A similar idea exists in reddit: /r/news is very US-focused, even though it's not called "US news". Since Reddit is an American site with an (at least initially) predominantly American audience, it's not surprising at all that things are American-biased by default unless explicitly named accordingly.
If we were all using Minitel instead of The Internet, we would have similar bias where services would be biased towards France unless shown otherwise, because Minitel was a French technology.
The point is, it's not explicitly a problem that somebody puts up a website and it's US-centric.
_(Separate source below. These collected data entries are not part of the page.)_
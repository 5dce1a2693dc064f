/* SPDX-License-Identifier: GPL-3.0-or-later */
/* What the user typed, taken apart: one table of options says which command takes which, and the
 * help and the completion check read the same table. */
#ifndef LWC_ARGS_H
#define LWC_ARGS_H

#include "text.h"

typedef enum lwc_command {
    LWC_LOAD,
    LWC_LIST,
    LWC_SHOW,
    LWC_REPORT,
    LWC_HISTORY,
    LWC_PUBLISH,
    LWC_WITHDRAW,
    LWC_ASK,
    LWC_PATH,
    LWC_TRAVEL,
    LWC_DIFFERENCE,
    LWC_HEALTH,
    LWC_ABOUT,
    LWC_REPLAY,
    LWC_COMPLETION,
    LWC_HELP,
    LWC_COMMAND_COUNT
} lwc_command;

typedef struct lwc_args {
    lwc_command command;
    const char **words; /* what follows the command and is no option */
    size_t n_words;
    /* every command */
    const char *server;
    const char *token_file;
    const char *timeout;
    bool json;
    bool help;
    bool version;
    /* publish, withdraw */
    const char *accept;
    const char *reason;
    /* ask, path, travel */
    const char *mode;
    const char *tool;
    const char *revision; /* replay too */
    const char *margin_min;
    const char *units;
    const char *near;
    const char *from;
    const char *ref;
    const char *expect;
    const char *orientation;
    const char *point;
    const char *in;
    const char *budget;
    const char *timeout_ms;
    const char *reach; /* travel */
    const char *json_body;
    const char *record;
    bool all;
    bool distance;
    bool certificate; /* path */
    bool ok_any;
    /* replay */
    const char *mechanism;
    const char *check;
    const char *ignore;
    const char *tolerance;
    bool update;
} lwc_args;

typedef struct lwc_option {
    const char *name;    /* without the two hyphens */
    const char *value;   /* what to write for the value; NULL for a switch */
    size_t offset;       /* of the member in lwc_args */
    unsigned commands;   /* bit 1 << lwc_command for each that takes it */
    const char *meaning;
} lwc_option;

const lwc_option *lwc_options(size_t *count);
const char *lwc_command_name(lwc_command command);

/* False after a complaint on stderr. The words point into argv; free with lwc_args_clear. */
bool lwc_args_read(lwc_args *args, int argc, char **argv);
void lwc_args_clear(lwc_args *args);

/* The word of `known` nearest to `typed`, or NULL where none is near; for "did you mean". */
const char *lwc_nearest(const char *typed, const char *const *known, size_t count);

#endif
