/* SPDX-License-Identifier: GPL-3.0-or-later */
/* The commands. Each prints its answer on standard output, its troubles on standard error, and
 * returns the exit status. */
#ifndef LWC_COMMANDS_H
#define LWC_COMMANDS_H

#include "args.h"
#include "http.h"
#include "json.h"

typedef struct lwc_session {
    const lwc_args *args;
    lwc_http *http;
} lwc_session;

int lwc_cmd_load(lwc_session *session);
int lwc_cmd_list(lwc_session *session);
int lwc_cmd_show(lwc_session *session);
int lwc_cmd_report(lwc_session *session);
int lwc_cmd_history(lwc_session *session);
int lwc_cmd_publish(lwc_session *session);
int lwc_cmd_withdraw(lwc_session *session);
int lwc_cmd_difference(lwc_session *session);
int lwc_cmd_health(lwc_session *session);
int lwc_cmd_about(lwc_session *session);
int lwc_cmd_ask(lwc_session *session);
int lwc_cmd_path(lwc_session *session);
int lwc_cmd_travel(lwc_session *session);
int lwc_cmd_replay(lwc_session *session);

/* ---- shared by the commands (talk.c) ---- */

/* Exit status for a contact that failed. */
int lwc_contact_exit(lwc_contact contact);
/* The reply's body as JSON, NULL where it is none; a fault in a JSON body is complained of. */
cJSON *lwc_reply_json(const lwc_reply *reply);
/* Prints a refusal on stderr; with --json the body also goes to stdout. Returns the status. */
int lwc_refused(lwc_session *session, const char *asked, const lwc_reply *reply,
                const cJSON *problem);
/* Asks; on success fills *out (free it) and returns LWC_EXIT_YES, with --json printing the body.
 * Everything else is told on stderr, and *out is NULL. */
int lwc_ask_json(lwc_session *session, const char *asked, const lwc_request *request,
                 cJSON **out);
/* GET of a path that is put together like printf. */
int lwc_get_json(lwc_session *session, const char *asked, cJSON **out, const char *format, ...)
    LWC_PRINTF(4, 5);
/* The body as it came, closed with a line end. */
void lwc_print_raw(const lwc_reply *reply);
void lwc_print(const lwc_text *text);
/* Words of the command, checked: a mechanism's name, a revision. False after a complaint. */
bool lwc_word_name(const lwc_session *session, size_t at, const char **out);
bool lwc_word_revision(const lwc_session *session, size_t at, long *out);
/* False after a complaint that shows how the command is written. */
bool lwc_word_count(const lwc_session *session, size_t least, size_t most, const char *usage);
/* False after a complaint. Sets 0 where `text` is NULL. */
bool lwc_read_revision(const char *text, long *out);
enum { LWC_REVISION_MAX = 1000000000 };

/* ---- shared by ask and path (cmd_ask.c) ---- */

/* Asks, shows the answer, records question and answer; the exit status. `body` is what is recorded,
 * NULL: what the answer says was asked. */
int lwc_ask_and_show(lwc_session *session, const char *kind, const char *path,
                     const lwc_request *request, const cJSON *body);

/* ---- help (help.c) ---- */
int lwc_help(const char *command);
void lwc_help_command(lwc_command command);
/* Built from completion.bash. */
extern const char lwc_completion_text[];

#endif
Nobody owes the world an international version of whatever project they want to make, and you don't need to get upset that they only bother to cater to a US audience.
That said corporation lets non-US entities buy domain names doesn't change this fact.
Similarly, if a site with a .tv address published articles explicitly about Tuvalu, in the Tuvaluan language, you probably wouldn't complain about a Tuvaluan bias, right? After all, it's a Tuvaluan TLD. The fact that lots of companies around the world use .tv addresses for other reasons that have nothing to do with Tuvalu, doesn't change the fact that it's a Tuvaluan TLD.
If you want more information on this, the intro in the Wikipedia article on .com is quite informative: https://en.wikipedia.org/wiki/.com ... particularly:
> The domain was originally administered by the United States Department of Defense, but is today operated by Verisign, and remains under ultimate jurisdiction of U.S. law.[2][3][4] Additionally, as the Internet was invented in the United States, most American businesses and enterprises have used the .com domain instead of a more U.S.-specific .us.
.tv addresses are different, because ccTLDs are explicitly tied to countries (hence "ccTLD"). generic TLDs (gTLDs) like .com are not.
.com registrations are ultimately under US jurisdiction. It's what happens when you have a name system that was originally intended for one country's project (The Internet) and said project ended up becoming internationally used. The original TLD's are grandfathered in even after we got country-specific ones.
Nobody complains that .mil is US-centric either. .mil isn't a ccTLD but of course it means US military.
.com is a very popular TLD used all over the world. It doesn't make it non-American. Just as .tv is also very popular outside of Tuvalu, it doesn't make it non-Tuvaluan.
And the context length limit prevents that relation from extending to more then a few articles, if that's your method.
i.e. Your method doesn't actually produce a meaningful score that can be ranked in some linear order with the 1200 other articles.
At most it would make sense to rank a discrete score in relation to the few other articles it remembers.
Anything beyond that should be placed in 'score ranges' from 5 to 7 for example, not given a discrete score.
Sometimes I'm very frustrated about the news that get to the top. When I try to debug it, it gives me a completely different score.
I considered using ranges over discrete score, but dropped the idea, as it makes it too hard to find 1-5 articles that should make it to newsletter (there are 71 articles in this range right now) and it's hard to clearly display that idea in UI.
I guess my position right now is — it's not perfect, there are obvious errors (like the one you found above), and improvements are definitely possible.
But I hope that some people would find it "good enough" even with these inconsistencies. I also hope that ChatGPT or another LLM will make a big progress soon that would solve this problem automatically.
I just realized, for that particular news article about Regenerative medicine it was my mistake all along. I asked ChatGPT to give unknown sources a score of 1 and completely forgot about. I think that's what it did.
For now it marked only 8 sources as unknown out of 1700.